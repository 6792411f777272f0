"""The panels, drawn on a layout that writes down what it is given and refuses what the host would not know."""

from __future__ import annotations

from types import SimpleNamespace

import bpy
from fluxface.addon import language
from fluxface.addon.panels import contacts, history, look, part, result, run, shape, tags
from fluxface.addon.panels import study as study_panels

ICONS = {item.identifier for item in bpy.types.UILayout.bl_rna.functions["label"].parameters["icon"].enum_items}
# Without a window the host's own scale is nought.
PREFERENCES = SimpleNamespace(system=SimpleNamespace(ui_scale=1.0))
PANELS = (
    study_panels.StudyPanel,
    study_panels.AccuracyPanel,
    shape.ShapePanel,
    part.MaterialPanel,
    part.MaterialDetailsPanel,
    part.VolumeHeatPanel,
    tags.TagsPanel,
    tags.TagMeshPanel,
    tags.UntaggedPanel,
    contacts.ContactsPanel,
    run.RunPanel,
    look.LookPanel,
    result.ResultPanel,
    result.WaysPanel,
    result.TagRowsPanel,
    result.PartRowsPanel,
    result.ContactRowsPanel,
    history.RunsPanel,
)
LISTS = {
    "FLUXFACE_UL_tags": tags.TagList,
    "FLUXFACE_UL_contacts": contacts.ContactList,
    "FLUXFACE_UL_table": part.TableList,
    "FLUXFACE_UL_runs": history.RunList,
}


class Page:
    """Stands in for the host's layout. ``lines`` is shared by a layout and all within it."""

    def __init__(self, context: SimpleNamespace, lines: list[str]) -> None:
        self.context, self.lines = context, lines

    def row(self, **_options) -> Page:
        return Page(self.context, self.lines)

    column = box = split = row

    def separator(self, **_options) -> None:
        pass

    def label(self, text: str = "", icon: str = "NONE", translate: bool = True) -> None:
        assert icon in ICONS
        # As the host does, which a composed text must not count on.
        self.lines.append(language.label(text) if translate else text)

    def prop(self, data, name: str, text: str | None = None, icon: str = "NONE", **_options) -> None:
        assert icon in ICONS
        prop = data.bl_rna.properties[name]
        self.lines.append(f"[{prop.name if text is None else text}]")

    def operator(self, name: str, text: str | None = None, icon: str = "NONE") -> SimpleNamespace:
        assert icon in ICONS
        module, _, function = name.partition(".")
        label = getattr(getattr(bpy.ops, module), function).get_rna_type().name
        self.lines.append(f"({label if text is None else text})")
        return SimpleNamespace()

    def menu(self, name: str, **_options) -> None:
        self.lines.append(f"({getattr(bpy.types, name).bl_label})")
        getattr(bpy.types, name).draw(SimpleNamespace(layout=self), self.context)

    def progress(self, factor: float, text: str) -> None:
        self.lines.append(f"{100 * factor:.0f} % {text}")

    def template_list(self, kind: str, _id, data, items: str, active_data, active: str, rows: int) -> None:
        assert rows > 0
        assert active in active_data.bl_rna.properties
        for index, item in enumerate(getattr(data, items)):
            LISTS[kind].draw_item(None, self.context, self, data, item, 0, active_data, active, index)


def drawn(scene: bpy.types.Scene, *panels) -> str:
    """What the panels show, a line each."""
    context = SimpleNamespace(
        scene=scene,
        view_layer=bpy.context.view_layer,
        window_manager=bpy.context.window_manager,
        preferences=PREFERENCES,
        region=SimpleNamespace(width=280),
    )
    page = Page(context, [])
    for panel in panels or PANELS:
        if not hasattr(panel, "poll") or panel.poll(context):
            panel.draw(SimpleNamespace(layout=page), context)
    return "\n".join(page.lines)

Try it: How many lines of the entries contain "types"? Answer with a number alone.

Written response: 5